A technician greeted them on the other side, and helped them acclimate to their new environment. This wasn’t the first time they switched substrates, but it was still a little jarring, since they were using a different technique, which maintained their connection to their real bodies. The time difference made it even weirder. Once they were ready, they demanded to see Team Keshida, but the tech shook her head. “I’m afraid that’s not possible. We’ve not seen either of them in almost ninety years.”
“That doesn’t make any sense,” Leona said. “Ramses spoke with them a couple of years ago.”
“Perhaps they were communicating across time,” the tech suggested.
“No, they made reference to something that occurred a couple of years prior.”

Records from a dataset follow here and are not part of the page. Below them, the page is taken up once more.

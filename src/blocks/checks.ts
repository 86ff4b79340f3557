import { PassTrouble } from '../diagnostics/diagnostic.ts';
import { nearest } from '../diagnostics/nearest.ts';
import type { Component } from '../model/component.ts';
import type { SettingsFault } from './block.ts';

/** A fault unless exactly one of the named settings is given. `examples` shows how each is written. */
export function exactlyOne(
  settings: Readonly<Record<string, unknown>>,
  examples: Readonly<Record<string, string>>,
): SettingsFault[] {
  const names = Object.keys(examples);
  const given = names.filter((name) => settings[name] !== undefined && settings[name] !== false);
  if (given.length === 1) return [];
  const list = listed(names);
  if (given.length === 0) {
    return [
      {
        path: [],
        code: 'missing-setting',
        what: `None of ${list} is given.`,
        why: 'one of them fixes what this block does',
        mend: `add one, e.g. ${examples[names[0]]}`,
      },
    ];
  }
  return [
    {
      path: [given[1]],
      code: 'too-many-settings',
      what: `${listed(given)} are given together.`,
      why: `only one of ${list} can be free to choose; the others follow from the balance`,
      mend: `keep one and take out the rest`,
    },
  ];
}

/** A fault for every id in the list that is no component of the flowsheet. */
export function knownComponents(
  ids: readonly string[],
  components: readonly Component[],
  pathOf: (id: string, index: number) => readonly (string | number)[],
): SettingsFault[] {
  const known = components.map((c) => c.id);
  return ids.flatMap((id, index) => {
    if (known.includes(id)) return [];
    const near = nearest(id, known);
    return [
      {
        path: pathOf(id, index),
        code: 'unknown-component',
        what: `"${id}" is not a component of this flowsheet.`,
        why: near ? `the nearest component is ${near}` : `the components are ${known.join(', ')}`,
        mend: near ? `write ${near}` : `add ${id} to components or take it out here`,
      },
    ];
  });
}

/** Pressure after a drop [Pa]. @throws PassTrouble when nothing is left */
export function pressureAfterDrop(inletPa: number, dropPa: number | undefined): number {
  const outletPa = inletPa - (dropPa ?? 0);
  if (outletPa > 0) return outletPa;
  throw new PassTrouble(
    'pressure-drop',
    `A pressure drop of ${((dropPa ?? 0) / 1e5).toFixed(3)} bar leaves nothing of the inlet's ${(inletPa / 1e5).toFixed(3)} bar.`,
    'an absolute pressure is above zero',
    'lower the pressure drop or raise the pressure of the feed',
  );
}

/** Names joined as in "a, b and c". */
export function listed(names: readonly string[]): string {
  return names.length < 2 ? names.join('') : `${names.slice(0, -1).join(', ')} and ${names.at(-1)}`;
}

“Did they say they were still in the Collective? Because...we weren’t. We left Gatewood almost as long ago.”
“Where are you going?” Mateo asked.
“Torosia,” he answered.
“Never heard of it.”
“I have,” Mateo said. “They used to call it Durus.”
The tech nodded. “We’ve chosen to join forces, and develop a new society of human outcasts.”
“Have you ever heard of something called Quantum Colony?” Leona asked her.
“Is that a band, errr...?”
“All right. Well, thank you for your hospitality, but we’re going to have to cut this short.” She looked to her husband. “We’ll strategize with the team, but I’m pretty sure our next stop will have to be Teagarden.”
They only spent a few minutes on the cylinder, but almost the whole day passed for their team on the outpost, because the Gatewooders were traveling at relativistic speeds. Teagarden would have to wait until next year. It would be up to Sasha to make sure Hrockas or the moderator didn’t try any funny business in the meantime.